Sepanjang jalan, banyak motor menepi di beranda toko-toko. Beberapa kawan-kawan ojol nampak di situ. Bernaung dan sekadar berlindung dari air hujan agar tidak kebasahan.
"Woiii....sini bro, ujan! Ngopi dulu lah!!" Teriak salah satu kawan ojol, sambil mengangkat gelas plastik berisi kopi. Kawan yang lain juga melambaikan tangan mengajak bergabung.
Aku hanya menggeleng lemah. Membunyikan klakson sebagai balasan. Kuteruskan laju motor hasil kredit yang setahun lagi akan lunas.
Langit nampak semakin gelap. Semakin lama semakin cepat air yang turun dari langit. Hujan mulai deras dan bertambah lebat.
Tanggung, aku tak jadi berhenti untuk berlindung. Kubiarkan saja hujan ini menerpa tubuh. Jaket ojol ini tak sanggup lagi menahan air hujan yang banyak. Merembes, menembus hingga kulit. Sekujur tubuhku akhirnya basah.
"Lampu merah! Huh sialan!." Kutukku dalam hati. Sebal juga terhambat oleh lampu aneh ini. Angka di lampu mulai menghitung mundur. Dari angka 30. Deuh!
Di ujung jalan, di dekat serambi Pos Polisi, tampak seorang lelaki tua penjual terompet berteduh. Wajahnya murung dan lusuh, romannya sedih. Plastik yang menutupi dagangannya gagal melindungi seluruh terompet yang memenuhi pikulannya. Sebagian terompet untuk perayaan tahun baru itu rusak dan basah.
Kasihan juga, pikirku. Terbayang di benakku, saat ia pulang nanti, ia hanya membawa berita kegagalan. Mungkin istri dan anak-anaknya saat ini sedang di rumah menunggu hasil jualan yang ternyata hanya harapan hampa.

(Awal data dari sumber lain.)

package store

import (
	"bufio"
	"math/rand/v2"
	"os"
	"path/filepath"
	"strconv"
	"strings"
	"testing"
	"time"

	"github.com/gridloupe/gridloupe/metrics"
)

// wchar returns this process's bytes passed to write syscalls (Linux), or -1.
func wchar() int64 {
	f, err := os.Open("/proc/self/io")
	if err != nil {
		return -1
	}
	defer f.Close()
	sc := bufio.NewScanner(f)
	for sc.Scan() {
		if v, ok := strings.CutPrefix(sc.Text(), "wchar: "); ok {
			n, err := strconv.ParseInt(v, 10, 64)
			if err == nil {
				return n
			}
		}
	}
	return -1
}

// BenchmarkPutAggregates stores batches of records of 8 channels and 17
// orders: 200 3-s records (a batch of ten minutes of 3 s values), 20 (what commit_every: 60s
// collects at 3 s) and a lone 10-min record. Reported: bbolt page-run writes
// × page size per commit (tx_bytes/op, a lower bound) and write-syscall
// bytes per commit (wchar_bytes/op, Linux).
func BenchmarkPutAggregates(b *testing.B) {
	for _, bc := range []struct {
		name string
		iv   metrics.Interval
		n    int
		step time.Duration
	}{
		{"3s-200", metrics.Int3s, 200, 3 * time.Second},
		{"3s-20", metrics.Int3s, 20, 3 * time.Second},
		{"10min-1", metrics.Int10min, 1, 10 * time.Minute},
	} {
		b.Run(bc.name, func(b *testing.B) {
			db, err := Open(Options{Path: filepath.Join(b.TempDir(), "bench.db")})
			if err != nil {
				b.Fatal(err)
			}
			defer db.Close()
			s := setup8(orders17)
			if err := db.SetLayout(s); err != nil {
				b.Fatal(err)
			}
			rng := rand.New(rand.NewPCG(41, 42))
			batch := make([]*metrics.Record, bc.n)
			for i := range batch {
				batch[i] = newRecord(s)
				fillRecord(batch[i], s, rng, t0, true)
				batch[i].Interval = bc.iv
			}
			now := t0
			before := db.Stats()
			w0 := wchar()
			b.ReportAllocs()
			for b.Loop() {
				for _, r := range batch {
					r.Start = now
					now = now.Add(bc.step)
				}
				if err := db.PutAggregates(batch); err != nil {
					b.Fatal(err)
				}
			}
			after := db.Stats()
			if after.Records[bc.iv] == 0 {
				b.Fatal("nothing stored")
			}
			b.ReportMetric(float64(after.BytesWritten-before.BytesWritten)/float64(b.N), "tx_bytes/op")
			if w1 := wchar(); w0 >= 0 && w1 >= 0 {
				b.ReportMetric(float64(w1-w0)/float64(b.N), "wchar_bytes/op")
			}
		})
	}
}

Sumber: https://lihatfoto.com |
Ku teringat di salah satu broadcast grup Whatsapp, yang memberitahukan akan larangan bagi umat muslim untuk meniup terompet di tahun baru. Entahlah, walau aku sedikit mengerti esensi larangan itu, tapi tetap saja kalau melihat tukang jualan terompet, merembet ke para pembuatnya, ke keluarganya dan semua mereka yang mengharapkan rezeki dan penghasilan di malam pergantian tahun, hati kecilku menjadi gamang.

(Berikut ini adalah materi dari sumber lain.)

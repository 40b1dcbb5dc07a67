package store

import (
	"math"
	"math/rand/v2"
	"testing"
	"time"

	"github.com/gridloupe/gridloupe/metrics"
)

// relHalf is binary16's largest relative rounding error for normal
// numbers: half an ulp of an 11-bit significand, 2^-11 (IEEE 754-2008
// binary16, closed form).
const relHalf = 0x1p-11

// TestHalf checks the binary16 conversion at values whose encodings are
// fixed by IEEE 754-2008 binary16 (from memory, each recomputed by hand
// from sign, 5-bit exponent with bias 15 and 10-bit fraction).
func TestHalf(t *testing.T) {
	t.Parallel()
	for _, c := range []struct {
		v    float64
		bits uint16
		back float64
	}{
		{1, 0x3c00, 1},
		{-2, 0xc000, -2},
		{65504, 0x7bff, 65504},                 // largest finite
		{0x1p-24, 0x0001, 0x1p-24},             // smallest subnormal
		{0x1p-14, 0x0400, 0x1p-14},             // smallest normal
		{0.1, 0x2e66, 0.0999755859375},         // 1.6·2^-4 rounded: 0x266/1024
		{1.0 / 3, 0x3555, 0.333251953125},      // ties not involved
		{1 + 0x1p-11, 0x3c00, 1},               // a tie rounds to even
		{1 + 3*0x1p-11, 0x3c02, 1 + 2*0x1p-10}, // a tie rounds to even (up)
		{65520, 0x7c00, math.Inf(1)},           // beyond the largest: Inf
		{0, 0x0000, 0},
	} {
		if got := toHalf(c.v); got != c.bits {
			t.Errorf("toHalf(%v) = %#04x, want %#04x", c.v, got, c.bits)
		}
		if got := fromHalf(c.bits); got != c.back {
			t.Errorf("fromHalf(%#04x) = %v, want %v", c.bits, got, c.back)
		}
	}
	if !math.IsNaN(fromHalf(toHalf(math.NaN()))) {
		t.Error("NaN (the store's null) does not survive")
	}
	// every finite half survives a round trip
	for h := range uint16(0x7c00) {
		if got := toHalf(fromHalf(h)); got != h {
			t.Fatalf("toHalf(fromHalf(%#04x)) = %#04x", h, got)
		}
	}
}

// TestSlimRoundTrip: a 3 s record in the slim form keeps every value of
// the full form but the harmonics, whose magnitudes come back within
// binary16's rounding (and pct, pct_il with them), whose angles are null,
// and the sequence components beyond the fundamental, which are null.
func TestSlimRoundTrip(t *testing.T) {
	t.Parallel()
	s := setup8(allOrders())
	rng := rand.New(rand.NewPCG(3, 4))
	for i := range 20 {
		want := newRecord(s)
		fillRecord(want, s, rng, t0.Add(time.Duration(i)*3*time.Second), true)
		b, err := encodeRec(nil, want, 5, s, true)
		if err != nil {
			t.Fatal(err)
		}
		est := RecordBytesAt(s, metrics.Int3s)
		if !want.HasFreq10s {
			est -= 4 // the estimate counts the 10 s frequency
		}
		if got := len(b) + 16 + leafElemOverhead; got != est {
			t.Fatalf("slim record %d bytes with overhead, RecordBytesAt says %d", got, est)
		}
		got, err := decodeRecord(b, metrics.Int3s, s)
		if err != nil {
			t.Fatal(err)
		}
		for c := range want.Channels {
			w, g := &want.Channels[c], &got.Channels[c]
			if !near(w.RMS, g.RMS, relF32) || !near(w.THDH50Pct, g.THDH50Pct, relF32) || !near(w.TDDH50Pct, g.TDDH50Pct, relF32) {
				t.Errorf("ch %d: rms/thd/tdd changed: %+v vs %+v", c, g, w)
			}
			for j := range w.H {
				wv, gv := w.H[j].RMS, g.H[j].RMS
				if math.IsNaN(wv) != math.IsNaN(gv) || (!math.IsNaN(wv) && math.Abs(wv) >= 0x1p-14 && math.Abs(wv) < 65504 && !near(wv, gv, relHalf+relF32)) {
					t.Errorf("ch %d h%d: %v, want %v within %g", c, g.H[j].H, gv, wv, relHalf)
				}
				if !math.IsNaN(g.H[j].PhaseDeg) {
					t.Errorf("ch %d h%d: angle %v kept", c, g.H[j].H, g.H[j].PhaseDeg)
				}
			}
		}
		for k, pair := range [2][2][]metrics.Seq{{want.SeqV, got.SeqV}, {want.SeqI, got.SeqI}} {
			w, g := pair[0], pair[1]
			if len(g) != len(w) || !near(w[0].Pos, g[0].Pos, relF32) || !near(w[0].Neg, g[0].Neg, relF32) || !math.IsNaN(g[1].Pos) {
				t.Errorf("sequence %d: fundamental %+v vs %+v, h2 %+v", k, g[0], w[0], g[1])
			}
		}
		if !near(want.Total.P, got.Total.P, relF32) || !near(want.Phases[0].DPF, got.Phases[0].DPF, relF32) || !near(want.UnbV, got.UnbV, relF32) {
			t.Errorf("powers or unbalance changed")
		}
	}
}

// TestSlimSize: the slim form is under a third of the full one for 8
// channels with all 50 orders and both sequence sets (the store's own
// budget case, RecordBudget8Ch50), and the figures the README quotes.
func TestSlimSize(t *testing.T) {
	t.Parallel()
	s := setup8(allOrders())
	full, slim := RecordBytesAt(s, metrics.Int10min), RecordBytesAt(s, metrics.Int3s)
	if slim*3 > full {
		t.Errorf("slim %d bytes, full %d: want under a third", slim, full)
	}
	t.Logf("8 channels, 50 orders: full %d bytes, slim %d bytes (with key and leaf overhead); a day of 3 s values %.1f MB",
		full, slim, float64(slim)*28800/1e6)
}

Jelas mereka hanya rakyat kecil yang mengharapkan rezeki dan mencari penghasilan lebih memanfaatkan momen setahun sekali. Untuk sekadar bertahan hidup lebih lama di hari-hari berikutnya. Apa yang salah dengan hal itu?.
Entahlah... Hal-hal seperti ini memang sering membingungkanku. Hanya saja sebagai mahluk sosial, hati kecilku tak terima jika kesempatan atau pintu-pintu rezeki mereka ditutup begitu saja tanpa penjelasan yang masuk akal.
Lamunanku buyar oleh suara klakson mobil di belakang. Sudah hijau rupanya. Kulajukan motor hati-hati. Sebelahku motor jenis RX-King meraung-raung, melaju dengan kencang. Merebak membelah genangan air di depan, muncratan air yang ia sebabkan di kanan kirinya, indah juga. Lihat motor itu, aku teringat bung IM sekjen, yang hobby motor seperti itu.
Akibat lamunan di lampu merah tadi. Aku jadi sadar bahwa sekarang adalah malam menjelang tahun baru. Malam nanti pasti banyak yang melek. Menunggu detik-detik pergantian tahun. Macam-macam kegiatan sukacita untuk merayakan malam tahun baru. Entah merayakan apa. Bagiku sama saja. Hari-hari yang harus dilewati dengan kerja keras, jungkir balik memeras keringat.
Terngiang berita-berita di media, bahwa awal tahun baru ini pemerintah berniat menaikkan macam-macam harga. Iuran BPJS, tarif listrik, cukai rokok, tarif jalan tol, dan lain-lain, ku tak ingat lainnya.
Sialan! Entah apa yang mereka rayakan dengan gegap gempita saat malam pergantian tahun. Apakah merayakan penderitaan yang semakin kelam untuk rakyat miskin seperti kami?
Tak terasa air mataku malah mengalir. Membayangkan harga-harga yang harus kupenuhi. Membayangkan seringai para pembuat kebijakan di pemerintahan. Para pembuat kebijakan yang meremehkan untuk berpihak pada rakyat miskin.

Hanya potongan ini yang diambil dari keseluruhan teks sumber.